## [TASK DIRECTIONS]
Only one stretch of the listing below is wanted. Begin at the line that has "unit's inner cross-section", stop after the line that has "std::optional<Recovery::ExchangerKind> recoveryKind;", and repeat every line in between exactly.

## [DATA FOR THE TASK]
◇ ◇ ◇ ◇

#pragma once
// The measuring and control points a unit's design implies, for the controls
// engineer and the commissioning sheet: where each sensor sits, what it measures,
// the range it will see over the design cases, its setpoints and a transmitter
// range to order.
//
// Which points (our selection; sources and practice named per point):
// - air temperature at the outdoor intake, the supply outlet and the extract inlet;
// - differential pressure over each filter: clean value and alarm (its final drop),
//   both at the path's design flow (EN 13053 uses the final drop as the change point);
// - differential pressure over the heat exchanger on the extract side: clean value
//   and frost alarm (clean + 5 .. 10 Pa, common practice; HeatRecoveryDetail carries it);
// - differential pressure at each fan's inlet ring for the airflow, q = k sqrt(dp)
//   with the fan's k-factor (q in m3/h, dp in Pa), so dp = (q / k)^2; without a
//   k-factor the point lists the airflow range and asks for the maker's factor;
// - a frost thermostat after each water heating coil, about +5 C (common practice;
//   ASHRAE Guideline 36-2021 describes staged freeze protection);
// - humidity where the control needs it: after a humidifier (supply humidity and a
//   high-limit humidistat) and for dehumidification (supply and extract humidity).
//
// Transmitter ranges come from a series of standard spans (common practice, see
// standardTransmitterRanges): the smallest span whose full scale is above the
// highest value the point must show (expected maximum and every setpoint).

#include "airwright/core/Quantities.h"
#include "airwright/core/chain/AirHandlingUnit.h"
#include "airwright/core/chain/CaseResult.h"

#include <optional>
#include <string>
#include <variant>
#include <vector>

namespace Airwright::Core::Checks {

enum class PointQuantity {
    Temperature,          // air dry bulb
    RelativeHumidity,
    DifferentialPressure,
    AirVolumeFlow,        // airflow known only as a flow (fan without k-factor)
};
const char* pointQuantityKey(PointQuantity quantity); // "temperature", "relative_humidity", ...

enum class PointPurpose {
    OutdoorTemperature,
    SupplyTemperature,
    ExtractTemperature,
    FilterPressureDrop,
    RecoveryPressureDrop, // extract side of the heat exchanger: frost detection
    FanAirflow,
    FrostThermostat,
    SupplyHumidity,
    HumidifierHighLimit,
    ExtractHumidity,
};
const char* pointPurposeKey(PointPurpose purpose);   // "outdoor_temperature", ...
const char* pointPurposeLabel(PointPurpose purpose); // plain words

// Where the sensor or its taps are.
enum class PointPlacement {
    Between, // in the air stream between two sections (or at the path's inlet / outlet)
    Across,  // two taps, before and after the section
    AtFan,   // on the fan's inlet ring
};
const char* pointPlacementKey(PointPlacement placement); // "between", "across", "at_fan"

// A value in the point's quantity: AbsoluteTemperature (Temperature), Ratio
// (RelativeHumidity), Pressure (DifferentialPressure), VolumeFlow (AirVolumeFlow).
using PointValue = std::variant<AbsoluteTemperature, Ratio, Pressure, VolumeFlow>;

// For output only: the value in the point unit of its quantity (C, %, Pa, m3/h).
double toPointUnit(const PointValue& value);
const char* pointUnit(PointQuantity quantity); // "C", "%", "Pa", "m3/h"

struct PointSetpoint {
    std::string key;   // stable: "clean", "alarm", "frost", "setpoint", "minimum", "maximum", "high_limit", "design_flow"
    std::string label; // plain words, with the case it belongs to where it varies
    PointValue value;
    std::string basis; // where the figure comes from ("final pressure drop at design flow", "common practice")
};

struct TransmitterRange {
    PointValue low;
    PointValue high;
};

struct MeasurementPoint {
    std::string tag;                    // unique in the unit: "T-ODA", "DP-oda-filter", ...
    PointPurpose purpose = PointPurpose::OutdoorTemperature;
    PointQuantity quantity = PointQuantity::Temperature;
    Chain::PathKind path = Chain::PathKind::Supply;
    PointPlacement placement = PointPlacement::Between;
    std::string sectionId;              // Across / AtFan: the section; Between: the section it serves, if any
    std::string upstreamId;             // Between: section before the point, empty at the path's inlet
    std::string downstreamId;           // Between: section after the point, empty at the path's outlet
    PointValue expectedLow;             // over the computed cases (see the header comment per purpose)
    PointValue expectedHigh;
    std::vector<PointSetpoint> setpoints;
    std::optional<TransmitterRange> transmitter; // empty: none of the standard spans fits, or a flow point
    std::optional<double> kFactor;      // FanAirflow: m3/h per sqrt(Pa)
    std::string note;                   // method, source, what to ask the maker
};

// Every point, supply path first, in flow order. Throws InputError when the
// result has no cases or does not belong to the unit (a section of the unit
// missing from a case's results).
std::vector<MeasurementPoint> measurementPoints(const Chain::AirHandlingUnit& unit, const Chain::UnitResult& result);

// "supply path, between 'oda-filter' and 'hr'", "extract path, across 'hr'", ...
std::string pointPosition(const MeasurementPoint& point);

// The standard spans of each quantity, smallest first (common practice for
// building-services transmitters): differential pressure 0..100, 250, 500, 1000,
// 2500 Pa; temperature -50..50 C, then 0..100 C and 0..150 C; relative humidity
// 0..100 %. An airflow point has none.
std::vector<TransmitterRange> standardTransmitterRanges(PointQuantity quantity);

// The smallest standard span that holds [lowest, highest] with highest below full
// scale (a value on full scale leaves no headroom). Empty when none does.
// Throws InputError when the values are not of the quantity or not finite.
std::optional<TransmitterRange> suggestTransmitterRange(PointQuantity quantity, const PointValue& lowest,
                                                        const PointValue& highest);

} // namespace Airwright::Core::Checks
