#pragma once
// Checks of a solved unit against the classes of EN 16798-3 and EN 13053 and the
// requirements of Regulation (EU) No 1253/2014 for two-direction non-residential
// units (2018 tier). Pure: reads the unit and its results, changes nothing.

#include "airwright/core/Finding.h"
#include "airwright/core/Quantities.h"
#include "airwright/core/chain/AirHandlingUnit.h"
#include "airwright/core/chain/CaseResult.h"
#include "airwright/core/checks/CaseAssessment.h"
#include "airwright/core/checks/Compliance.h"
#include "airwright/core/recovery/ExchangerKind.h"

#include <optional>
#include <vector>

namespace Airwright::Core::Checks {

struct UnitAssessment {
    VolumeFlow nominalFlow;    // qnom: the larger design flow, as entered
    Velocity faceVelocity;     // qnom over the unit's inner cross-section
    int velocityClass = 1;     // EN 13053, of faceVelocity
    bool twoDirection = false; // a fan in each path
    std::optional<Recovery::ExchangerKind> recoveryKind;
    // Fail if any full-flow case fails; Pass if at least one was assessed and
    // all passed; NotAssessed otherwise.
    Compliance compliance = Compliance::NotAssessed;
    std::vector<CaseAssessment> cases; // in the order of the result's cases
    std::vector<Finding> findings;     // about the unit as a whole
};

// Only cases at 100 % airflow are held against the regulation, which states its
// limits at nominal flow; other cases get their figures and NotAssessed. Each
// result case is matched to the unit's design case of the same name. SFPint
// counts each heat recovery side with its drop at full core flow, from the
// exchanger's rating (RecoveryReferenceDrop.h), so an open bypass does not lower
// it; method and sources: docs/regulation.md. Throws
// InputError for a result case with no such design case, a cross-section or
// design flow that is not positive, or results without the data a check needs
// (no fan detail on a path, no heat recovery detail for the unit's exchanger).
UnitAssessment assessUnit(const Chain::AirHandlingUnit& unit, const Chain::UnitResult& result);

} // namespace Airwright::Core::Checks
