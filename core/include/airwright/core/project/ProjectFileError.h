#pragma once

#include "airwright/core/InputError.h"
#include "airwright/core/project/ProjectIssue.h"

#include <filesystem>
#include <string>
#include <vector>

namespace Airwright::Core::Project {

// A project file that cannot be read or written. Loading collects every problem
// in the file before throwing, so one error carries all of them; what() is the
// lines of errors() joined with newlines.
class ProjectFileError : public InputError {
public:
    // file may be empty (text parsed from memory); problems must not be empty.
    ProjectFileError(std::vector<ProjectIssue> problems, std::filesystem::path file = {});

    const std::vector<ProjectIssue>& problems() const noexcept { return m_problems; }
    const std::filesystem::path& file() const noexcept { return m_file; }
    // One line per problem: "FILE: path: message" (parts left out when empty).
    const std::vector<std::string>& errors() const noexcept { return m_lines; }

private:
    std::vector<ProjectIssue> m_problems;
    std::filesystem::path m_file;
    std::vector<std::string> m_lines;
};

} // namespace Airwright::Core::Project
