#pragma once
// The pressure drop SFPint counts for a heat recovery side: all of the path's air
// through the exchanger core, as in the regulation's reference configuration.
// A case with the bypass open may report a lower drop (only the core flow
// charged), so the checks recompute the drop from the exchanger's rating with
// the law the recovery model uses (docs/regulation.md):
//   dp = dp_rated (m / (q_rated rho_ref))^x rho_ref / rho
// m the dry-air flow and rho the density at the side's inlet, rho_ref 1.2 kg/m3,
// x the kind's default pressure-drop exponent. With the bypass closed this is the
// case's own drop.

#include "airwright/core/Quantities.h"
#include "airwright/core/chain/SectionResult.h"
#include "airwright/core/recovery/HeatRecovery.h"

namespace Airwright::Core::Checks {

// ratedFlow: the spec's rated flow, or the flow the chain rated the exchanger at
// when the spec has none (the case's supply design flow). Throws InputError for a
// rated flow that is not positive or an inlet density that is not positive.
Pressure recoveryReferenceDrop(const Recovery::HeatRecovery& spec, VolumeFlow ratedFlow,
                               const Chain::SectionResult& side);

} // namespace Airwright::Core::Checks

◇ ◇ ◇ ◇

## [THE COMPLETED TASK]
    Velocity faceVelocity;     // qnom over the unit's inner cross-section
    int velocityClass = 1;     // EN 13053, of faceVelocity
    bool twoDirection = false; // a fan in each path
    std::optional<Recovery::ExchangerKind> recoveryKind;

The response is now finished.